I'm confused between Core 2 Duo and Dual Core..
Can you please explain me the difference between the above two??
and which one is better for Home PC??

and kindly also explain me about Core 2 Quad??

Sorry for Trouble!!


----------



## comp@ddict (Sep 1, 2008)

No trouble, although this should have been in the QnA section.

Read these:
Pentium Dual Core- 
1. *www.intel.com/products/processor/pentium_dual-core/index.htm
2. *en.wikipedia.org/wiki/Intel_Pentium_Dual-Core
3. *en.wikipedia.org/wiki/List_of_Intel_Pentium_Dual-Core_microprocessors

Core 2 Duo-
1.*www.intel.com/products/processor/core2duo/index.htm
2. *en.wikipedia.org/wiki/Intel_Core_2
3. *en.wikipedia.org/wiki/List_of_Intel_Core_2_microprocessors


The Pentium Dual Core in short is a severely cut down version of the Allendale Core 2 Duo processors, which has been discontinued.

Currently, the Pentium Dual Core e5200 has been released which offers quite a performance. The Pentium Dual Core processors are much cheaper than the Core 2 Duos.

Performance wise, the Core 2 Duo is superior.




Core 2 Quad-
Well, Core 2 Quad is just 2 Core 2 Duo's put together ( in simplest words ).
It offers greater performance in multi-tasking, etc. but lags behind in gaming as games are not able to fully utilize the 4 slower cores in a Core 2 Quad compared to 2 much faster cores in a Core 2 Duo.


----------



## Zangetsu (Sep 1, 2008)

comp@ddict said:


> No trouble, although this should have been in the QnA section.

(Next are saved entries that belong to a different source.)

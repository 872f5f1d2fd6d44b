// SPDX-License-Identifier: EPL-2.0
package tapwright.core.exchange.export;

import java.io.IOException;
import java.io.StringWriter;
import java.io.UncheckedIOException;
import java.math.BigInteger;
import java.util.List;

import com.google.gson.stream.JsonWriter;

import tapwright.core.exchange.HandOver;
import tapwright.core.exchange.Stamp;
import tapwright.core.format.Tool;

/** The format tapwright-coefficients/1: one JSON object with the numbers that ship. */
final class JsonExport implements ExportFormat {

	static final String FORMAT = "tapwright-coefficients/1";

	@Override
	public String name() {
		return "json";
	}

	@Override
	public String label() {
		return "JSON with the coefficients";
	}

	@Override
	public List<ExportedFile> write(HandOver filter) {
		var text = new StringWriter();
		try (var json = new JsonWriter(text)) {
			json.setIndent("  ");
			json.setHtmlSafe(false);
			json.beginObject();
			json.name("format").value(FORMAT);
			json.name("tool").value(Tool.NAME);
			json.name("tapwright-numbers").value(filter.numbersHash());
			json.name("tapwright-text").value(Stamp.placeholder());
			json.name("name").value(filter.name());
			if (!filter.revision().isEmpty()) {
				json.name("revision").value(filter.revision());
			}
			json.name("sampleRate").value(filter.sampleRate());
			lines(json, "requirements", filter.requirements());
			lines(json, "formats", filter.formats());
			if (filter.whole()) {
				json.name("scale").value(Values.unit(filter.stored().unit()));
				json.name("integers").beginArray();
				for (BigInteger integer : filter.integers()) {
					json.value(integer);
				}
				json.endArray();
			}
			json.name("values").beginArray();
			for (double tap : filter.taps().toDoubles()) {
				json.value(tap);
			}
			json.endArray();
			json.endObject();
		} catch (IOException e) {
			throw new UncheckedIOException("writing to memory", e);
		}
		return List.of(new ExportedFile(Values.identifier(filter.name()) + ".json",
				Stamp.seal(text.append('\n').toString())));
	}

	private static void lines(JsonWriter json, String name, List<String> lines) throws IOException {
		json.name(name).beginArray();
		for (String line : lines) {
			json.value(line);
		}
		json.endArray();
	}
}
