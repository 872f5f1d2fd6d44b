// SPDX-License-Identifier: EPL-2.0
package tapwright.core.exchange.export;

import java.math.BigInteger;
import java.util.List;
import java.util.Map;

import tapwright.core.InputException;
import tapwright.core.exchange.HandOver;
import tapwright.core.exchange.Stamp;
import tapwright.dsp.exact.ExactTaps;

/** C99 header with the coefficients: integers of the shortest type where there is a format, otherwise double. */
final class CTable implements ExportFormat {

	@Override
	public String name() {
		return "c";
	}

	@Override
	public String label() {
		return "C99 header with the coefficients";
	}

	@Override
	public List<ExportedFile> write(HandOver filter) throws InputException {
		return List.of(header(filter, List.of()));
	}

	/** The header, with declarations behind the table. */
	static ExportedFile header(HandOver filter, List<String> declarations) throws InputException {
		Map<String, List<String>> values = Values.of(filter);
		values.put("declarations", declarations);
		if (filter.whole()) {
			List<BigInteger> integers = filter.integers();
			values.put("type", List.of(type(filter)));
			values.put("table-meaning", List.of("Integers in steps of " + Values.unit(filter.stored().unit()) + "."));
			values.put("coefficients", Values.rows(integers.size(), 8, k -> CTypes.literal(integers.get(k))));
		} else {
			double[] taps = filter.taps().toDoubles();
			values.put("type", List.of("double"));
			values.put("table-meaning", List.of(ExactTaps.ofDoubles(taps).equals(filter.taps())
					? "Hexadecimal literals are exact." : "Each the double nearest to the exact coefficient."));
			values.put("coefficients", Values.elements(taps.length, k -> hexadecimal(taps[k])));
		}
		return new ExportedFile(values.get("identifier").getFirst() + ".h",
				Stamp.seal(Template.named("c-header").fill(values)));
	}

	static String type(HandOver filter) throws InputException {
		return CTypes.type(filter.word(), "coefficients");
	}

	// Java writes the literal of C99, clause 6.4.4.2.
	private static String hexadecimal(double value) {
		return Double.toHexString(value) + " /* " + value + " */";
	}
}
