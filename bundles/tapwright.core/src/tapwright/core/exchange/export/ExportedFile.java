// SPDX-License-Identifier: EPL-2.0
package tapwright.core.exchange.export;

/**
 * A text to be written.
 *
 * @param name
 *            of the file, without folder
 * @param text
 *            its content; '\n' between lines
 */
public record ExportedFile(String name, String text) {
}
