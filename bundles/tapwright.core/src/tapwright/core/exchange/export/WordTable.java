// SPDX-License-Identifier: EPL-2.0
package tapwright.core.exchange.export;

import java.math.BigInteger;
import java.util.List;
import java.util.Locale;
import java.util.Map;
import java.util.stream.IntStream;

import tapwright.core.InputException;
import tapwright.core.exchange.HandOver;
import tapwright.core.exchange.Stamp;
import tapwright.dsp.arithmetic.NumberFormat;

/**
 * Coefficients as words of two's complement in hexadecimal digits, in the text that a template gives.
 *
 * @param template
 *            name of the template
 */
record WordTable(String name, String label, String suffix, String template) implements ExportFormat {

	@Override
	public List<ExportedFile> write(HandOver filter) throws InputException {
		NumberFormat word = filter.word();
		List<BigInteger> integers = filter.integers();
		Map<String, List<String>> values = Values.of(filter);
		values.put("word", List.of(String.valueOf(word.word())));
		values.put("signed", List.of(word.signed() ? "signed" : "unsigned"));
		values.put("sign-mark", List.of(word.signed() ? "s" : ""));
		List<String> digits = integers.stream().map(integer -> hexadecimal(integer, word.word())).toList();
		values.put("words", digits);
		values.put("index", IntStream.range(0, digits.size()).mapToObj(String::valueOf).toList());
		values.put("comma", IntStream.range(0, digits.size()).mapToObj(k -> k + 1 < digits.size() ? "," : "").toList());
		values.put("integers", integers.stream().map(BigInteger::toString).toList());
		return List.of(new ExportedFile(values.get("identifier").getFirst() + suffix,
				Stamp.seal(Template.named(template).fill(values))));
	}

	private static String hexadecimal(BigInteger integer, int bits) {
		String digits = integer.mod(BigInteger.ONE.shiftLeft(bits)).toString(16).toUpperCase(Locale.ROOT);
		return "0".repeat((bits + 3) / 4 - digits.length()) + digits;
	}
}
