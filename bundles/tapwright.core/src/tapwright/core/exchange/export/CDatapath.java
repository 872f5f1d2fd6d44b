// SPDX-License-Identifier: EPL-2.0
package tapwright.core.exchange.export;

import java.math.BigInteger;
import java.util.Optional;

import org.apache.commons.math3.fraction.BigFraction;

import tapwright.core.InputException;
import tapwright.dsp.arithmetic.Arithmetic;
import tapwright.dsp.arithmetic.Datapath;
import tapwright.dsp.arithmetic.NumberFormat;
import tapwright.dsp.arithmetic.Overflow;
import tapwright.dsp.arithmetic.Requantizer;
import tapwright.dsp.arithmetic.Term;
import tapwright.dsp.exact.ExactTaps;

/**
 * The steps from a product to an output as C expressions over signed 64-bit integers. Every number on the way is bounded first; a
 * filter that could leave 64 bits is refused. Rounding and overflow are left out where the bound proves that they do nothing.
 */
final class CDatapath {

	private static final String NO_ROOM = " bits; the routine computes with 64";

	private final Overflow overflow;
	private final Datapath path;
	private final String product;
	private final String sum;
	private final String output;
	private final String outputType;
	private boolean rounds;
	private boolean saturates;
	private boolean wrapsSigned;
	private boolean wrapsUnsigned;

	/** An expression and a bound of its size. */
	private record Node(String code, BigInteger size) {
	}

	CDatapath(ExactTaps taps, Arithmetic arithmetic) throws InputException {
		overflow = arithmetic.overflow();
		ExactTaps stored = arithmetic.stored(taps);
		path = Datapath.of(taps, arithmetic);
		BigInteger sample = path.input().max().max(path.input().min().negate());
		check(sample.shiftLeft(1), "the sum of two input samples");
		BigInteger largestCoefficient = BigInteger.ZERO;
		BigInteger largestExact = BigInteger.ZERO;
		for (int phase = 0; phase < arithmetic.interpolation(); phase++) {
			for (Term term : arithmetic.terms(taps, phase)) {
				BigInteger size = stored.integer(term.tap()).abs();
				largestCoefficient = largestCoefficient.max(size);
				largestExact = largestExact.max(size.multiply(term.isFolded() ? sample.shiftLeft(1) : sample));
			}
		}
		check(largestCoefficient, "a coefficient");
		check(largestExact, "a product");
		Node rounded = step(path.product(), new Node("coefficient * sample", largestExact), "a product");
		Node aligned = step(path.align(), rounded, "a product in steps of the accumulator");
		product = aligned.code;
		BigInteger total = total(taps, stored, arithmetic, sample, aligned.size);
		Node added = sum(arithmetic.accumulator(), aligned.size, total);
		sum = added.code;
		Node finished = step(path.output(), new Node("sum", added.size), "an output");
		output = finished.code;
		outputType = arithmetic.output().isPresent() ? CTypes.type(arithmetic.output().get(), "output samples")
				: "int64_t";
	}

	// A bound of the sum of all products, one by one, so that small coefficients count little.
	private BigInteger total(ExactTaps taps, ExactTaps stored, Arithmetic arithmetic, BigInteger sample,
			BigInteger most) {
		BigInteger largest = BigInteger.ZERO;
		for (int phase = 0; phase < arithmetic.interpolation(); phase++) {
			BigInteger sum = BigInteger.ZERO;
			for (Term term : arithmetic.terms(taps, phase)) {
				BigInteger exact = stored.integer(term.tap()).abs()
						.multiply(term.isFolded() ? sample.shiftLeft(1) : sample);
				sum = sum.add(after(path.align(), after(path.product(), exact)).min(most));
			}
			largest = largest.max(sum);
		}
		return largest;
	}

	private Node sum(Optional<NumberFormat> accumulator, BigInteger product, BigInteger total) throws InputException {
		if (accumulator.isEmpty() || holds(accumulator.get(), total)) {
			check(total, "the sum");
			return new Node("sum + product", total);
		}
		BigInteger held = largest(accumulator.get());
		check(held.add(product), "the sum in the accumulator and one more product");
		return limited(accumulator.get(), new Node("sum + product", held.add(product)));
	}

	private Node step(Requantizer step, Node before, String what) throws InputException {
		int shift = step.shift().orElseThrow(() -> new InputException("",
				"from one step size to the next there is a factor of "
				+ step.ratio() + "; the routine can only shift by powers of two"));
		Node after = before;
		if (shift > 0) {
			if (shift >= Long.SIZE) {
				throw new InputException("", what + " is rounded by " + shift + NO_ROOM);
			}
			rounds = true;
			after = new Node("shift_right(" + before.code + ", " + shift + ")", step.round(before.size)
					.add(BigInteger.ONE));
		} else if (shift < 0) {
			after = new Node("(" + before.code + ") * " + CTypes.literal(BigInteger.ONE.shiftLeft(-shift)),
					before.size.shiftLeft(-shift));
			check(BigInteger.ONE.shiftLeft(-shift), "the shift of " + what);
			check(after.size, what);
		}
		return step.range().isPresent() && !holds(step.range().get(), after.size) ? limited(step.range().get(), after)
				: after;
	}

	private Node limited(NumberFormat format, Node node) throws InputException {
		if (overflow == Overflow.SATURATE) {
			saturates = true;
			BigInteger highest = format.max().min(BigInteger.valueOf(Long.MAX_VALUE));
			return new Node("saturate(" + node.code + ", " + CTypes.literal(format.min()) + ", "
					+ CTypes.literal(highest) + ")",
					largest(format).min(node.size));
		}
		if (format.word() >= Long.SIZE) {
			throw new InputException("", "numbers wrap to " + format.word() + NO_ROOM + " and wraps to at most 63");
		}
		wrapsSigned |= format.signed();
		wrapsUnsigned |= !format.signed();
		return new Node((format.signed() ? "wrap_signed(" : "wrap_unsigned(") + node.code + ", " + format.word() + ")",
				largest(format));
	}

	private static BigInteger after(Requantizer step, BigInteger size) {
		BigInteger after = step.isExact() ? step.round(size) : step.round(size).add(BigInteger.ONE);
		return step.range().filter(format -> !holds(format, after)).map(CDatapath::largest).orElse(after);
	}

	private static boolean holds(NumberFormat format, BigInteger size) {
		return format.contains(size) && format.contains(size.negate());
	}

	private static BigInteger largest(NumberFormat format) {
		return format.max().max(format.min().negate());
	}

	private static void check(BigInteger size, String what) throws InputException {
		if (size.bitLength() >= Long.SIZE) {
			throw new InputException("", what + " may need " + (size.bitLength() + 1) + NO_ROOM);
		}
	}

	/** From coefficient and sample to what is added. */
	String product() {
		return product;
	}

	/** From sum and product to the sum. */
	String sum() {
		return sum;
	}

	/** From the finished sum to the output. */
	String output() {
		return output;
	}

	String outputType() {
		return outputType;
	}

	BigFraction outputStep() {
		return path.outputStep();
	}

	boolean rounds() {
		return rounds;
	}

	boolean saturates() {
		return saturates;
	}

	boolean wrapsSigned() {
		return wrapsSigned;
	}

	boolean wrapsUnsigned() {
		return wrapsUnsigned;
	}
}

or Hardware troubleshooting


----------



## debsuvra (Sep 1, 2008)

Pentium Dual Core processors are simply outdated and underpowered when comparing with current Core 2 Duo processors. Buy a Core 2 Duo processor if u want to have a Dual Core processor in your PC. Core 2 Quad processors are simply two C2D processors pressed in a single die. It is not a native quad core design and thus it does not achieve the performance what a native quad core can. Nehalem is the code name of Intel's next native quad core processors and as of now, the engineering samples of the upcoming processors promise better performance than anything else.


----------



## comp@ddict (Sep 2, 2008)

KaranTh85 said:


> or Hardware troubleshooting




He is asking us a question, not trying to solve his PC hardware problems


----------



## mrintech (Sep 15, 2008)

*Here's a short guide*: *tech-baby.co.cc/2008/09/14/differe...ium-d-vs-intel-core-2-duo-vs-intel-dual-core/

GO for core 2 Duo


----------